====== Dataset extract

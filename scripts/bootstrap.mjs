#!/usr/bin/env node
// Entry of `npm start` and `npm test`. Plain JavaScript so it runs before dependencies
// exist: installs them (npm ci) when node_modules is missing or older than the lockfile,
// then hands over to the TypeScript orchestration in scripts/start.ts or scripts/test.ts.
import { spawn, spawnSync } from "node:child_process";
import { existsSync, readFileSync, statSync } from "node:fs";
import path from "node:path";
import { fileURLToPath } from "node:url";

const root = path.resolve(path.dirname(fileURLToPath(import.meta.url)), "..");
const command = process.argv[2];
if (command !== "start" && command !== "test") {
  console.error("usage: node scripts/bootstrap.mjs start|test");
  process.exit(2);
}

const lock = path.join(root, "package-lock.json");
const installed = path.join(root, "node_modules", ".package-lock.json");
const stale = !existsSync(installed) || statSync(installed).mtimeMs < statSync(lock).mtimeMs;
if (stale) {
  console.log("› installing dependencies (npm ci)…");
  const t0 = Date.now();
  const r = spawnSync("npm", ["ci", "--no-audit", "--no-fund"], { cwd: root, stdio: "inherit" });
  if (r.status !== 0) {
    console.error("npm ci failed");
    process.exit(r.status ?? 1);
  }
  console.log(`  dependencies installed in ${((Date.now() - t0) / 1000).toFixed(1)} s`);
}

// Run in this process tree with tsx as a loader, so signals reach the orchestrator directly.
// The IPC channel carries our own stop requests (see below) and tells the orchestrator
// when we are gone.
const script = path.join(root, "scripts", `${command}.ts`);
const child = spawn(process.execPath, ["--import", "tsx", script, ...process.argv.slice(3)], {
  cwd: root,
  stdio: command === "start" ? ["inherit", "inherit", "inherit", "ipc"] : "inherit",
  env: { ...process.env, NEXT_TELEMETRY_DISABLED: "1" },
});
for (const stream of [process.stdout, process.stderr]) stream.on("error", () => {});

// A signal to the whole process group reaches the orchestrator directly; one sent to npm
// alone reaches only npm, which passes it on to us. Either way we ask the orchestrator to
// stop over IPC rather than with a second signal, which it would read as "force it".
// (`npm test` has no IPC channel and stops on the first signal, so it gets the signal.)
let asked = false;
const askToStop = (sig = "SIGTERM") => {
  if (asked) return;
  asked = true;
  if (child.connected) child.send("stop", () => {});
  else child.kill(sig);
};
for (const sig of ["SIGINT", "SIGTERM", "SIGHUP"]) process.on(sig, () => askToStop(sig));
child.on("exit", (code, signal) => {
  // An orchestrator that died without its orderly stop (kill -9, a crash) may have left
  // services running; stop them by their recorded pids.
  if (command === "start" && signal === "SIGKILL") {
    spawnSync(process.execPath, ["--import", "tsx", path.join(root, "scripts", "stop-stale.ts")], { cwd: root, stdio: "inherit" });
  }
  process.exit(code ?? (signal ? 1 : 0));
});
// npm runs us as `exec node …` (package.json), so npm is our parent and passes SIGINT and
// SIGTERM on; it dies of SIGHUP without a word. Treat a vanished parent like a stop request,
// so nothing is left running. (Run through a shell that does not exec, watch npm beyond it.)
const parent = process.ppid;
const npm = /^(sh|dash|bash)$/.test(commOf(parent)) ? parentOf(parent) : undefined;
setInterval(() => {
  if (process.ppid !== parent || (npm && !alive(npm))) askToStop();
}, 1000).unref();

function commOf(pid) {
  try {
    return readFileSync(`/proc/${pid}/comm`, "utf8").trim();
  } catch {
    return "";
  }
}

function parentOf(pid) {
  try {
    // /proc/PID/stat: "pid (comm) state ppid …"; comm may hold spaces, so read after the last ")".
    const stat = readFileSync(`/proc/${pid}/stat`, "utf8");
    return Number(stat.slice(stat.lastIndexOf(")") + 2).split(" ")[1]) || undefined;
  } catch {
    return undefined;
  }
}

function alive(pid) {
  try {
    process.kill(pid, 0);
    return true;
  } catch {
    return false;
  }
}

============

**Work instructions:** The answer must be an exact transcription of every record above.

**Problem solution:**
filename scripts/bootstrap.mjs
#!/usr/bin/env node
// Entry of `npm start` and `npm test`. Plain JavaScript so it runs before dependencies
// exist: installs them (npm ci) when node_modules is missing or older than the lockfile,
// then hands over to the TypeScript orchestration in scripts/start.ts or scripts/test.ts.
import { spawn, spawnSync } from "node:child_process";
import { existsSync, readFileSync, statSync } from "node:fs";
import path from "node:path";
import { fileURLToPath } from "node:url";

const root = path.resolve(path.dirname(fileURLToPath(import.meta.url)), "..");
const command = process.argv[2];
if (command !== "start" && command !== "test") {
  console.error("usage: node scripts/bootstrap.mjs start|test");
  process.exit(2);
}

const lock = path.join(root, "package-lock.json");
const installed = path.join(root, "node_modules", ".package-lock.json");
const stale = !existsSync(installed) || statSync(installed).mtimeMs < statSync(lock).mtimeMs;
if (stale) {
  console.log("› installing dependencies (npm ci)…");
  const t0 = Date.now();
  const r = spawnSync("npm", ["ci", "--no-audit", "--no-fund"], { cwd: root, stdio: "inherit" });
  if (r.status !== 0) {
    console.error("npm ci failed");
    process.exit(r.status ?? 1);
  }
  console.log(`  dependencies installed in ${((Date.now() - t0) / 1000).toFixed(1)} s`);
}

// Run in this process tree with tsx as a loader, so signals reach the orchestrator directly.
// The IPC channel carries our own stop requests (see below) and tells the orchestrator
// when we are gone.
const script = path.join(root, "scripts", `${command}.ts`);
const child = spawn(process.execPath, ["--import", "tsx", script, ...process.argv.slice(3)], {
  cwd: root,
  stdio: command === "start" ? ["inherit", "inherit", "inherit", "ipc"] : "inherit",
  env: { ...process.env, NEXT_TELEMETRY_DISABLED: "1" },
});
for (const stream of [process.stdout, process.stderr]) stream.on("error", () => {});

// A signal to the whole process group reaches the orchestrator directly; one sent to npm
// alone reaches only npm, which passes it on to us. Either way we ask the orchestrator to
// stop over IPC rather than with a second signal, which it would read as "force it".
// (`npm test` has no IPC channel and stops on the first signal, so it gets the signal.)
let asked = false;
const askToStop = (sig = "SIGTERM") => {
  if (asked) return;
  asked = true;
  if (child.connected) child.send("stop", () => {});
  else child.kill(sig);
};
for (const sig of ["SIGINT", "SIGTERM", "SIGHUP"]) process.on(sig, () => askToStop(sig));
child.on("exit", (code, signal) => {
  // An orchestrator that died without its orderly stop (kill -9, a crash) may have left
  // services running; stop them by their recorded pids.
  if (command === "start" && signal === "SIGKILL") {
    spawnSync(process.execPath, ["--import", "tsx", path.join(root, "scripts", "stop-stale.ts")], { cwd: root, stdio: "inherit" });
  }
  process.exit(code ?? (signal ? 1 : 0));
});
// npm runs us as `exec node …` (package.json), so npm is our parent and passes SIGINT and
// SIGTERM on; it dies of SIGHUP without a word. Treat a vanished parent like a stop request,
// so nothing is left running. (Run through a shell that does not exec, watch npm beyond it.)
const parent = process.ppid;
const npm = /^(sh|dash|bash)$/.test(commOf(parent)) ? parentOf(parent) : undefined;
setInterval(() => {
  if (process.ppid !== parent || (npm && !alive(npm))) askToStop();
}, 1000).unref();

function commOf(pid) {
  try {
    return readFileSync(`/proc/${pid}/comm`, "utf8").trim();
  } catch {
    return "";
  }
}

function parentOf(pid) {
  try {
    // /proc/PID/stat: "pid (comm) state ppid …"; comm may hold spaces, so read after the last ")".
    const stat = readFileSync(`/proc/${pid}/stat`, "utf8");
    return Number(stat.slice(stat.lastIndexOf(")") + 2).split(" ")[1]) || undefined;
  } catch {
    return undefined;
  }
}

function alive(pid) {
  try {
    process.kill(pid, 0);
    return true;
  } catch {
    return false;
  }
}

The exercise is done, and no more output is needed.